=== Your task ===
Look through the records below for the line with "20 °C / 100;". Return that line and each one after it up to and including the line with "proof / 100, the", exactly.

=== Exercise input ===

+--

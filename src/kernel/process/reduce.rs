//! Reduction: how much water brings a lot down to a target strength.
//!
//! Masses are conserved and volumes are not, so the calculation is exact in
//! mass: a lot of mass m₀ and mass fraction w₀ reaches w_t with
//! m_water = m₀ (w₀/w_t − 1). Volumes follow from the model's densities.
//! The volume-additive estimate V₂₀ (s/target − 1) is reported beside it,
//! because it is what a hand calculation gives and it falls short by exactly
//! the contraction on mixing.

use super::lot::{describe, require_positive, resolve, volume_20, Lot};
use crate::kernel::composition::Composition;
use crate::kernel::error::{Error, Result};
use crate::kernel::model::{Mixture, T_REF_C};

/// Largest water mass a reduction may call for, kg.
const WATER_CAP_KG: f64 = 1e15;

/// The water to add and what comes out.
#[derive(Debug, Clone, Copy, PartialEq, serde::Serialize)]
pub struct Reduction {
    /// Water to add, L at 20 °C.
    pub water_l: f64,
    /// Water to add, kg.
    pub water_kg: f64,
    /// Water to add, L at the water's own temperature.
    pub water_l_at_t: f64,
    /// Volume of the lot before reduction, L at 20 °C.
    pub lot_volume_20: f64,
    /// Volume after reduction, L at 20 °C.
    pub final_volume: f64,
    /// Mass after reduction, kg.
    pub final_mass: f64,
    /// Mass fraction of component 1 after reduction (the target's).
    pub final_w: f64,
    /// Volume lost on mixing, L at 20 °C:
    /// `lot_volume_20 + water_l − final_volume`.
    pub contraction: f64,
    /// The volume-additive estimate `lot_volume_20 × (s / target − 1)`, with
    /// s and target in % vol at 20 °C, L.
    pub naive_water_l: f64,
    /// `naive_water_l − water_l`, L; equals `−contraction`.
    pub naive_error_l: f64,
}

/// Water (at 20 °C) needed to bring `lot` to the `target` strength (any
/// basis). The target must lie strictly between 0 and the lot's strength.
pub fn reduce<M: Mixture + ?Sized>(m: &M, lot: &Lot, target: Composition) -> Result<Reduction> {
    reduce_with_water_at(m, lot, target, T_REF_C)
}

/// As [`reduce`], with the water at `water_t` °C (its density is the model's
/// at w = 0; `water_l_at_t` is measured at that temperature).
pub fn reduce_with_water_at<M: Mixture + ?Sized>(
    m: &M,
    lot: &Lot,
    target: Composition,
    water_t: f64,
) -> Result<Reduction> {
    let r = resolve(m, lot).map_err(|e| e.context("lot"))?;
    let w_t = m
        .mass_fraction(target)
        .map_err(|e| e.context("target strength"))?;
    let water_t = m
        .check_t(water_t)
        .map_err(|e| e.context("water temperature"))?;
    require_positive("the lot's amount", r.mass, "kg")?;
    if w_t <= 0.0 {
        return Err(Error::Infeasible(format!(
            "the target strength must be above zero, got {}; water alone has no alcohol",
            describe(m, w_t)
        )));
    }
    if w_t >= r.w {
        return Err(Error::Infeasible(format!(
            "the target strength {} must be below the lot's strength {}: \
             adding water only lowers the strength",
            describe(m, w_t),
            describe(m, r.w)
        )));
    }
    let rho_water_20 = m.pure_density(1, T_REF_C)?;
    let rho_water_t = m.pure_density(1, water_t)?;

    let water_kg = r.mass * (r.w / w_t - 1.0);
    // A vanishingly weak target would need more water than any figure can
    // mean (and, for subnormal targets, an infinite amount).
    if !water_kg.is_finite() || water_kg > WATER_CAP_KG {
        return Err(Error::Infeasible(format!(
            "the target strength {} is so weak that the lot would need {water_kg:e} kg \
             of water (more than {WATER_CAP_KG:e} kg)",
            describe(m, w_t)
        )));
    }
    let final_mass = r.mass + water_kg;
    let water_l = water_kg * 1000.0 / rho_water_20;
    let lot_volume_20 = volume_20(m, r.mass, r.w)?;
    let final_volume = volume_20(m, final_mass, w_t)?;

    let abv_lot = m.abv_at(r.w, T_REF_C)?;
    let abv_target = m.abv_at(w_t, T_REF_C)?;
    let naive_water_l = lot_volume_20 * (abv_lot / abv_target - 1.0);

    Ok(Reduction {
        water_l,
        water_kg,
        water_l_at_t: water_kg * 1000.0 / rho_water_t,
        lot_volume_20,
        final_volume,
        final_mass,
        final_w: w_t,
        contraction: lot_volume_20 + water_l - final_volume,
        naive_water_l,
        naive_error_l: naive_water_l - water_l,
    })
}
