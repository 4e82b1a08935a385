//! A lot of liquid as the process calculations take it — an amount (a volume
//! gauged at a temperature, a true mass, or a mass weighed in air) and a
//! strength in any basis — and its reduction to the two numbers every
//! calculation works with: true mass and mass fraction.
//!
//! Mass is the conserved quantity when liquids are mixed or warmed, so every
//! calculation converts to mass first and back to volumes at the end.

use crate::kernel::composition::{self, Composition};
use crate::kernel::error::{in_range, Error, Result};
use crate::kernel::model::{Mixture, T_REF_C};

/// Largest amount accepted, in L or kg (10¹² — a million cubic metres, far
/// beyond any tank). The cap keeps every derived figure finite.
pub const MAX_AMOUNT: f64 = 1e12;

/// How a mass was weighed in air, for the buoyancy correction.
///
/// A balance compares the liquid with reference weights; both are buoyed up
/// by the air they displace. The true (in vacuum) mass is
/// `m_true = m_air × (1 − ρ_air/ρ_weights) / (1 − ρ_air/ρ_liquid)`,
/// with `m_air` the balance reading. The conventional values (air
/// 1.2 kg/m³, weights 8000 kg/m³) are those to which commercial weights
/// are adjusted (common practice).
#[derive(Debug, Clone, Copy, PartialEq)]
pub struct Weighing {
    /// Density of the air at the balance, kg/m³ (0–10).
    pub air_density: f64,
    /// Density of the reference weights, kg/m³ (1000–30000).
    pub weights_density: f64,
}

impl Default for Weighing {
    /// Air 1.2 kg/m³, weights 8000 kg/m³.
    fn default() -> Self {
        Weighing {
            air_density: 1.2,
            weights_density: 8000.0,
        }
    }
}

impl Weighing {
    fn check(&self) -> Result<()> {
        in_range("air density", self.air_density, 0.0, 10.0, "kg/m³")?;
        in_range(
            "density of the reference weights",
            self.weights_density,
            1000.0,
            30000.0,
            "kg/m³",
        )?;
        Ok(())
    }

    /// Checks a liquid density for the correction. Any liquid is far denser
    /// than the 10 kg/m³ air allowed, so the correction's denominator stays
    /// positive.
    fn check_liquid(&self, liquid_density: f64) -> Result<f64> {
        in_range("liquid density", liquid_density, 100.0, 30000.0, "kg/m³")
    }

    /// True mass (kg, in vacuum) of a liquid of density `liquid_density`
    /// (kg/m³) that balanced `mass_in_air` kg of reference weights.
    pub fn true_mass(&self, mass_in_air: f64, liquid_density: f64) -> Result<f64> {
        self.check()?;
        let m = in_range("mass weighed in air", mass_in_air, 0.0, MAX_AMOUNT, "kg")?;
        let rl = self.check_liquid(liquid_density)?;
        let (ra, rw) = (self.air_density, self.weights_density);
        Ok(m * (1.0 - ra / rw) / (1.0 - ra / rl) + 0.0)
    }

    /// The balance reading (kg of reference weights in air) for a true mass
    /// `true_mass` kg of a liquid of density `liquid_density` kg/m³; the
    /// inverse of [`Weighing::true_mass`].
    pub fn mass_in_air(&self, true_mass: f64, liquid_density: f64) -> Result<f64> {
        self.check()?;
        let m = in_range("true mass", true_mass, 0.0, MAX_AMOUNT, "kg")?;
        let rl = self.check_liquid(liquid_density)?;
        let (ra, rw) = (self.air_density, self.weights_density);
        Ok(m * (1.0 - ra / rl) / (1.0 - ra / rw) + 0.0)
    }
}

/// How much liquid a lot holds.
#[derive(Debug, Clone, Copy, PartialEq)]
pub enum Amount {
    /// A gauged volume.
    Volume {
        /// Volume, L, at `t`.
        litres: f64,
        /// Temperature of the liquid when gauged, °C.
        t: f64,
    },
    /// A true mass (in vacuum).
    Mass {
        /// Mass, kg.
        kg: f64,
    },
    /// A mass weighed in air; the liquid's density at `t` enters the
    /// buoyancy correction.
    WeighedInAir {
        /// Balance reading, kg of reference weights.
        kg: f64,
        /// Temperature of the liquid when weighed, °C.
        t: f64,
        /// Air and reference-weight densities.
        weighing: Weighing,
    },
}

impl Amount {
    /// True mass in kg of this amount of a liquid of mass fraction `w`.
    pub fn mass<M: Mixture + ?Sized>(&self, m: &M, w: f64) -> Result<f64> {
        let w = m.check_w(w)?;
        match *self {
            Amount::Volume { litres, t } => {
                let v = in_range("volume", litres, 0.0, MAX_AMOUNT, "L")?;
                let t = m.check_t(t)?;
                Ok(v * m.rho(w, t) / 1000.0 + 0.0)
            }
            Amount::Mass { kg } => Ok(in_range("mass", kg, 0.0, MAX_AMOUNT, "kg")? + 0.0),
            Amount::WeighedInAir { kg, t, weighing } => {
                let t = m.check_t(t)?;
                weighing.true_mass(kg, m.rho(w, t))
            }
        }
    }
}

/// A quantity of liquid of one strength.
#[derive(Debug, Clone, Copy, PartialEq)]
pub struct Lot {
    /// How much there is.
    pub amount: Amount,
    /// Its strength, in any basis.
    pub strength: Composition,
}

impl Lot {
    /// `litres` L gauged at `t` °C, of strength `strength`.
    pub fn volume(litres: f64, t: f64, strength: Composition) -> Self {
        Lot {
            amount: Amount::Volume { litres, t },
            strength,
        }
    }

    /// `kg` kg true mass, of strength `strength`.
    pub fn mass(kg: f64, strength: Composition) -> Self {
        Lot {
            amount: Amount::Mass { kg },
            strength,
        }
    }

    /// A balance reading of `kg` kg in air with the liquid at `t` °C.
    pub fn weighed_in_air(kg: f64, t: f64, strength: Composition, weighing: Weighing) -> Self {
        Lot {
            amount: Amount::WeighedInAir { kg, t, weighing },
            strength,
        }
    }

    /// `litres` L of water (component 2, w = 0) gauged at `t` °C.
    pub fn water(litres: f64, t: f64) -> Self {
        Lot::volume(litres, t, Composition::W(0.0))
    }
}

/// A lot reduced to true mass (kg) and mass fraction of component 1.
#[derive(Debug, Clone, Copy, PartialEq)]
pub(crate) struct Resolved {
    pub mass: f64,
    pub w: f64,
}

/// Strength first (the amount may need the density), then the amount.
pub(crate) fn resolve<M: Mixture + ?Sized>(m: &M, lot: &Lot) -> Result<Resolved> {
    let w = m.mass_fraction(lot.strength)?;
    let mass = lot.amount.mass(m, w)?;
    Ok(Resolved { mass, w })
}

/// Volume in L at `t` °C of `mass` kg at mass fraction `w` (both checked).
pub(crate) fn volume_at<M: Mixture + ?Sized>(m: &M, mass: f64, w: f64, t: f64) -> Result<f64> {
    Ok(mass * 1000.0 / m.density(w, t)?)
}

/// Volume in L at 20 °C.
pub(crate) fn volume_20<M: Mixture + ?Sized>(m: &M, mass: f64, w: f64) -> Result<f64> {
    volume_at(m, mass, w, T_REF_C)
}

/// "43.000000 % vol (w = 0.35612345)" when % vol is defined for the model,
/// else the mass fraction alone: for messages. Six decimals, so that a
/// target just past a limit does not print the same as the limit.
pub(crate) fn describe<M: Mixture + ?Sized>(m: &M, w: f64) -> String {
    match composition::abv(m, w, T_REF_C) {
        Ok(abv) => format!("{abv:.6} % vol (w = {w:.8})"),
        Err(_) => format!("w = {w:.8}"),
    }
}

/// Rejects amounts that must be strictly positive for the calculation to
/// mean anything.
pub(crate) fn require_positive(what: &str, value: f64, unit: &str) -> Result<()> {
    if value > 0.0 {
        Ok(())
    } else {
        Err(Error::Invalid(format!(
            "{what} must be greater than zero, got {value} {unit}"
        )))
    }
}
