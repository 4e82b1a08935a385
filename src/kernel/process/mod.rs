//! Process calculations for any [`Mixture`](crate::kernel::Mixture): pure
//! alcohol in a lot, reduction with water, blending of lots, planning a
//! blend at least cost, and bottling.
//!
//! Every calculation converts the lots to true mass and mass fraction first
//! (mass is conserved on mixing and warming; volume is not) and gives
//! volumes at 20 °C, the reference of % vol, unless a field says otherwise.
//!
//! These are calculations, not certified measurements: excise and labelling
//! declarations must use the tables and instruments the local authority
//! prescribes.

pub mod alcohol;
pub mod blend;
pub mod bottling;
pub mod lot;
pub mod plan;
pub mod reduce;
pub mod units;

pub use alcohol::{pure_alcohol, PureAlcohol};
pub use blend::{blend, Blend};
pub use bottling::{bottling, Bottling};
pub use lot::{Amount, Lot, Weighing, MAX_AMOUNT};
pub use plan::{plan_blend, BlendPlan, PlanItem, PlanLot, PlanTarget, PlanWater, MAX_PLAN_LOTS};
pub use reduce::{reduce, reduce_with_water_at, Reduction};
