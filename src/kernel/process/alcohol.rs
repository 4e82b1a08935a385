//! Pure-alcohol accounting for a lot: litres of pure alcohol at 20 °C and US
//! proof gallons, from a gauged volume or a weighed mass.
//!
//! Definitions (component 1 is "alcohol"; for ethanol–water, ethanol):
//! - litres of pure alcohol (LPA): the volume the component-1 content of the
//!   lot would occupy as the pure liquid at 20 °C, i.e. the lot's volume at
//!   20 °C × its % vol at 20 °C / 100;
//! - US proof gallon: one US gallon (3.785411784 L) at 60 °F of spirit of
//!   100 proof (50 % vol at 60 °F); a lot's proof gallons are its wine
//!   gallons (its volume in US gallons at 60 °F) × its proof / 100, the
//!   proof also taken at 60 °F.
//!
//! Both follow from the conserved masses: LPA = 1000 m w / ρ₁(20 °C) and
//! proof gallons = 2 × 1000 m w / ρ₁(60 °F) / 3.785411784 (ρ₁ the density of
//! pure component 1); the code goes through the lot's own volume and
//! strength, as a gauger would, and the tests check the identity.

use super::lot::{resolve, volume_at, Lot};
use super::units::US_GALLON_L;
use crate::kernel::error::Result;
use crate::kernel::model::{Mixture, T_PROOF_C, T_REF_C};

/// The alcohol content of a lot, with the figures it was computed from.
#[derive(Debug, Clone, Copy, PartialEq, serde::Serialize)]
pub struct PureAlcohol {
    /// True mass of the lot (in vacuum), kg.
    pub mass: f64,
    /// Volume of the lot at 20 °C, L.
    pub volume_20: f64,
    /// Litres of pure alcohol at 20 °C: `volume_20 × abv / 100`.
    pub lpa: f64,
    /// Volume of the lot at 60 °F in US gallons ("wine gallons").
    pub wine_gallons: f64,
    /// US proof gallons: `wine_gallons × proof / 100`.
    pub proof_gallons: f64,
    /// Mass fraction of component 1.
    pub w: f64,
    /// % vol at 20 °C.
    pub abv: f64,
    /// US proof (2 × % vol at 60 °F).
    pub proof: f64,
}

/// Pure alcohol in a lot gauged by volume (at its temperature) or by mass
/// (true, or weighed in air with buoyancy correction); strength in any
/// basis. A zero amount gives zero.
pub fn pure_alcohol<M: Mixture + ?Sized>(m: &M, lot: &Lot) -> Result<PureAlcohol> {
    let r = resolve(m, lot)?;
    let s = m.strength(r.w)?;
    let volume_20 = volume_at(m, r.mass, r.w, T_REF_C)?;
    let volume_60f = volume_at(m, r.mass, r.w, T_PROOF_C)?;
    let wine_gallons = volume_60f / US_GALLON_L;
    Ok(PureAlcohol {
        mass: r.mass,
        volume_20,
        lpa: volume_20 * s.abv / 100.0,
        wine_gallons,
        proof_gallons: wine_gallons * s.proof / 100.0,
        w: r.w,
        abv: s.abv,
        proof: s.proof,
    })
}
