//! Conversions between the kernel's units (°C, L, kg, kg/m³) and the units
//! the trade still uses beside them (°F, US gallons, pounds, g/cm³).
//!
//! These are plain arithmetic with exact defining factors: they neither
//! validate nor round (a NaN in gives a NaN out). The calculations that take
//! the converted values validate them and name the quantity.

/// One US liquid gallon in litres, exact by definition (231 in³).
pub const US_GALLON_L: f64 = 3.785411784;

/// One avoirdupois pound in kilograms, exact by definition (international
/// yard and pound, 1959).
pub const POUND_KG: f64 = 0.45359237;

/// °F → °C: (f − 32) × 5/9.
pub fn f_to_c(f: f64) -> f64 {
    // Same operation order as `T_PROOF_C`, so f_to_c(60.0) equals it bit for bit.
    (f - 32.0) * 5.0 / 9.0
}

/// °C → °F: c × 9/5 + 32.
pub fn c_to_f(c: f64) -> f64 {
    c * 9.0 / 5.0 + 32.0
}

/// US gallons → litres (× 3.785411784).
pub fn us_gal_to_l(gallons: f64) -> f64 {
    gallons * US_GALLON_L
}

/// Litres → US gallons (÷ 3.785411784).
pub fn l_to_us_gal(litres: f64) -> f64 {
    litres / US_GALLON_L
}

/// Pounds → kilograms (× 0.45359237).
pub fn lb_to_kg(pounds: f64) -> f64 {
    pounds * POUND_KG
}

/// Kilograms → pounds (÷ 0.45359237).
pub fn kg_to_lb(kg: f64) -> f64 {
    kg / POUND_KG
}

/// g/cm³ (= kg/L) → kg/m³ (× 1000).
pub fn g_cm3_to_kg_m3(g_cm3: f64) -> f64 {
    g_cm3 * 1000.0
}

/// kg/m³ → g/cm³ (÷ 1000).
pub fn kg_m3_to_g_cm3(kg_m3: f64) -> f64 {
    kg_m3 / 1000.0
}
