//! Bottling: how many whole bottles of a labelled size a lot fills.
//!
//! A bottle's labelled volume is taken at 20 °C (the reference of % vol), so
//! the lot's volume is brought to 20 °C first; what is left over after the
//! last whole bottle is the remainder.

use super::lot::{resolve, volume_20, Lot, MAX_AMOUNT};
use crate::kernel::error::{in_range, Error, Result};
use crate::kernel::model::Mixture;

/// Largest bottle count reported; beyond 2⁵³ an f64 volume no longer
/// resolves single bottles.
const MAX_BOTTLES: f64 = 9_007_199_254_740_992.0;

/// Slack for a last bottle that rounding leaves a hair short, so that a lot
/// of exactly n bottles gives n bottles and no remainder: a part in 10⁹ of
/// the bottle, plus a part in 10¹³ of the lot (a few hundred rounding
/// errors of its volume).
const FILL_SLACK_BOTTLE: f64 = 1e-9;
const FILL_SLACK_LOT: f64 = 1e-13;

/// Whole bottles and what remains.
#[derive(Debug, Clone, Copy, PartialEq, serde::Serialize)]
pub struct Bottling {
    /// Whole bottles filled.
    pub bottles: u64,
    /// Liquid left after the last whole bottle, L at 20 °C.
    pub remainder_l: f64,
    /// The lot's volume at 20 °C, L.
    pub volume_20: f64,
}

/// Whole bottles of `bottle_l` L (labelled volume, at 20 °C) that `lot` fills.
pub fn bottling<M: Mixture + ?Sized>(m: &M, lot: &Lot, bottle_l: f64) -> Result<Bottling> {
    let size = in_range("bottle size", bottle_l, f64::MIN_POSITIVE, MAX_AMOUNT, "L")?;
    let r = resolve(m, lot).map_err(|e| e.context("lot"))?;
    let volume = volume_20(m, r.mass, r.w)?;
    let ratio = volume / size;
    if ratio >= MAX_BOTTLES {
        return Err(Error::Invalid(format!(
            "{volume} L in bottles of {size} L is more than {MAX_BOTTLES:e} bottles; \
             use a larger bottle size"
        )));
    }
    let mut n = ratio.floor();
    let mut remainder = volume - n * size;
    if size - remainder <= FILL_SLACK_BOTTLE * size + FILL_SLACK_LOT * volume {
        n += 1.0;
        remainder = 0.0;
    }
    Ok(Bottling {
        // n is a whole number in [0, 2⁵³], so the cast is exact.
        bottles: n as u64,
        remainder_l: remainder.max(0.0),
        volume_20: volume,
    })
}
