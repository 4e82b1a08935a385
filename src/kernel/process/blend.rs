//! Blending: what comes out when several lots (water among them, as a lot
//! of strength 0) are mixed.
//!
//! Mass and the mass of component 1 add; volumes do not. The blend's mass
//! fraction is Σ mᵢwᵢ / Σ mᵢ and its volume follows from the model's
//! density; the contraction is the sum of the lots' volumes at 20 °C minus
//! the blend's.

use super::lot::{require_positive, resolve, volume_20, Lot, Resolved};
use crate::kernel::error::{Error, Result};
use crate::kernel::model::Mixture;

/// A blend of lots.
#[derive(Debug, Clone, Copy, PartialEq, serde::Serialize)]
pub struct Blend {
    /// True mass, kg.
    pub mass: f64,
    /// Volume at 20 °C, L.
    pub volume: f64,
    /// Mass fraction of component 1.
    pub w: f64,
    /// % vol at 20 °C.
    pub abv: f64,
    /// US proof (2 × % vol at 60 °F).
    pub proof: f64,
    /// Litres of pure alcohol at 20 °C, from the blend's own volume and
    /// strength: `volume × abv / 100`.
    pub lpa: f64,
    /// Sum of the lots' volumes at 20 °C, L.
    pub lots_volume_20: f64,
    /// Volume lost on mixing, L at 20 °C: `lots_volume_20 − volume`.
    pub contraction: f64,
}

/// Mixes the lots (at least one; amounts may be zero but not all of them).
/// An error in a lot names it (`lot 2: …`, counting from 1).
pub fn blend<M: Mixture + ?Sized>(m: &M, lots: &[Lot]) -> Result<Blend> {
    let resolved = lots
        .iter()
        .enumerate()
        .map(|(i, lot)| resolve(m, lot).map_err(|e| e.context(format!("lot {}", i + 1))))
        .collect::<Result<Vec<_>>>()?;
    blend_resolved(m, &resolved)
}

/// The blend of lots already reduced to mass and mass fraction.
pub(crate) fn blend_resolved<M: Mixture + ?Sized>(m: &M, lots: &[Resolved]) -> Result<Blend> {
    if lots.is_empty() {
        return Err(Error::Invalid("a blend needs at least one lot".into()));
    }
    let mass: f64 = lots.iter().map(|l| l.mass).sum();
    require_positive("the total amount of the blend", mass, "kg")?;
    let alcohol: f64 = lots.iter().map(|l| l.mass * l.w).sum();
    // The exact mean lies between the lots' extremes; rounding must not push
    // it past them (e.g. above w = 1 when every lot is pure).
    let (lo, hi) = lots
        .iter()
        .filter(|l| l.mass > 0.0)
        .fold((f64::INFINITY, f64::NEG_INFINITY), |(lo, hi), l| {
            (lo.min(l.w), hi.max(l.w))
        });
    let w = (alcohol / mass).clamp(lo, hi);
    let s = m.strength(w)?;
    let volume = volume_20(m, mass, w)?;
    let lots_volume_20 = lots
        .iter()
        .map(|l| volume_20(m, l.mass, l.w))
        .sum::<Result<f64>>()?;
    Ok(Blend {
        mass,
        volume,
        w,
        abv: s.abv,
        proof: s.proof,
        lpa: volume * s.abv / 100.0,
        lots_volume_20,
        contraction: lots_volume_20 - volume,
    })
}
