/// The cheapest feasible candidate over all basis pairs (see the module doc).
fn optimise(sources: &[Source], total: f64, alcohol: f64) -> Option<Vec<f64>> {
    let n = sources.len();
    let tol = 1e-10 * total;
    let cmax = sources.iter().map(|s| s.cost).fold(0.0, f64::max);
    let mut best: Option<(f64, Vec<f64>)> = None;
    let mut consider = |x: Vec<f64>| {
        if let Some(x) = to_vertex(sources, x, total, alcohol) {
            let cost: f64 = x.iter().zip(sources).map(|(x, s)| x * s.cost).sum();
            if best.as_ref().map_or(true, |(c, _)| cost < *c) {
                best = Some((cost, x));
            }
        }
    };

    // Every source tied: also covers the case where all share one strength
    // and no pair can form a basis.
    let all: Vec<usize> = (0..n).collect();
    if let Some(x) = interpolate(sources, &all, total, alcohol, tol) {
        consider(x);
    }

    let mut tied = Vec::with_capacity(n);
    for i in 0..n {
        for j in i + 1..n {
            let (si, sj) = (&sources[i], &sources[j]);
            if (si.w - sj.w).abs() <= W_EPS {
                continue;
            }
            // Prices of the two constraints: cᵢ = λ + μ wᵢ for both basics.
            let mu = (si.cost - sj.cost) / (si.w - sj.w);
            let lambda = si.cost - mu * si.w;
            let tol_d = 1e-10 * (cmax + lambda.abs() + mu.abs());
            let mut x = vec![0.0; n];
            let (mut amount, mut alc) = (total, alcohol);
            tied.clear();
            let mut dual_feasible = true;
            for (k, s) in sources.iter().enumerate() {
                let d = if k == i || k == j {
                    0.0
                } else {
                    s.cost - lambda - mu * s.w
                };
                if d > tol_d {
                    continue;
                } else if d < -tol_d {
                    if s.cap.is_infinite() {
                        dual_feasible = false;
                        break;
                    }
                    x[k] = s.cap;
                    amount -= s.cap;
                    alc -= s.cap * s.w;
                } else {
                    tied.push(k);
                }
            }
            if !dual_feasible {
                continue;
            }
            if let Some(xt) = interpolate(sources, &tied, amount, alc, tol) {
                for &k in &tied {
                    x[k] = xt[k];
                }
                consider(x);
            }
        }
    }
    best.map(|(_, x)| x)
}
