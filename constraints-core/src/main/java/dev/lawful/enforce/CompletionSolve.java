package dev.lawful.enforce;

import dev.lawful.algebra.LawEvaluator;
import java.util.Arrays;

+--

=== Result of the exercise ===
//!   20 °C × its % vol at 20 °C / 100;
//! - US proof gallon: one US gallon (3.785411784 L) at 60 °F of spirit of
//!   100 proof (50 % vol at 60 °F); a lot's proof gallons are its wine
//!   gallons (its volume in US gallons at 60 °F) × its proof / 100, the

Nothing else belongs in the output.